Traditionally, people are able to come into the food bank and choose from a selection of items.

In an effort to minimize contact and maintain a two-metre distance, Sources staff have pre-bagged items for the week and people line up to collect them.

“It looks like a drive-thru here,” Murray quipped of the new process.

“Everyone is really understanding (about the shift). I think they just appreciate that we’re still giving out food.”

With many volunteers having booked off, which, Murray said, is understandable, Sources staff have stepped up to handle the bagging process.

Drivers are continuing to make the rounds of area grocery stores to collect donations, so Murray is asking donors to give at the stores rather than bring items directly to the food bank.

Monetary donations in the form of online donations or mailed cheques are also welcome.

Help is also on the way from the province, which announced late last week that food banks across British Columbia will receive emergency funding worth $3 million.

The provincial government said in a release that Food Banks BC will distribute the money among food banks province-wide because of its expertise in the management of food distribution.

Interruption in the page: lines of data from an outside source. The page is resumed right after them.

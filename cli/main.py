"""Entry point of the ``shapedesc`` command.

Each command is a module of this package with two functions::

    def add_parser(subparsers) -> argparse.ArgumentParser: ...
    def run(args: argparse.Namespace) -> int: ...

and is listed in ``COMMANDS`` only once it really works, so ``--help`` never shows a
command that does not.  ``main(argv=None) -> int`` is what tests call in-process.
"""

from __future__ import annotations

import argparse
import importlib
import logging
import sys

from shapedesc import CAUTION, __version__

#: Command modules, in the order ``--help`` lists them.
COMMANDS: tuple[str, ...] = ("describe", "check", "reconstruct", "compare", "report", "demo")


def _get_parser() -> argparse.ArgumentParser:
    parser = argparse.ArgumentParser(
        prog="shapedesc",
        description=(
            "Spherical-harmonic shape descriptors of closed anatomical surfaces: map each "
            "surface to the sphere, expand it, describe it, compare groups, make figures. "
            + CAUTION
        ),
    )
    parser.add_argument("--version", action="version", version=f"shapedesc {__version__}")
    parser.add_argument("-v", "--verbose", action="count", default=0,
                        help="more log output (-vv for debug)")
    parser.add_argument("-q", "--quiet", action="store_true",
                        help="no banner and only warnings/errors in the log")
    sub = parser.add_subparsers(dest="command", metavar="COMMAND")
    for name in COMMANDS:
        module = importlib.import_module(f"shapedesc.cli.{name}")
        p = module.add_parser(sub)
        p.set_defaults(_run=module.run)
    return parser


def _setup_logging(verbose: int, quiet: bool) -> None:
    level = logging.WARNING if quiet else (logging.DEBUG if verbose > 1 else logging.INFO)
    root = logging.getLogger("shapedesc")
    root.setLevel(level)
    if not any(getattr(h, "_shapedesc", False) for h in root.handlers):
        handler = logging.StreamHandler(sys.stderr)
        handler.setFormatter(logging.Formatter("%(levelname)s: %(message)s"))
        handler._shapedesc = True  # type: ignore[attr-defined]
        root.addHandler(handler)


def main(argv: list[str] | None = None) -> int:
    """Run the command line; return the exit status."""
    parser = _get_parser()
    args = parser.parse_args(argv)
    if getattr(args, "_run", None) is None:
        parser.print_help()
        return 2
    _setup_logging(args.verbose, args.quiet)
    if not args.quiet:
        print(f"shapedesc {__version__}. {CAUTION}", file=sys.stderr)
    try:
        return int(args._run(args))
    except KeyboardInterrupt:
        print("interrupted", file=sys.stderr)
        return 130
    except (ValueError, OSError, RuntimeError) as exc:
        # Domain errors subclass these built-ins and carry a message saying what to do.
        print(f"error: {exc}", file=sys.stderr)
        return 1


if __name__ == "__main__":  # pragma: no cover
    sys.exit(main())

The money is intended to help buy and distribute food, pay employees and cover other costs essential to the delivery of their food programs.

“Food Banks BC will assess the needs and requirements of food banks to determine the amount and timing of the distribution,” reads a government release.

“Funds will be distributed quickly and equitably to food banks across all regions of the province.”

Starting this week, distribution hours at Sources in South Surrey-White Rock will change. They will be Tuesdays, from 9 a.m. to 6 p.m and Wednesdays, 10 a.m. 2 p.m.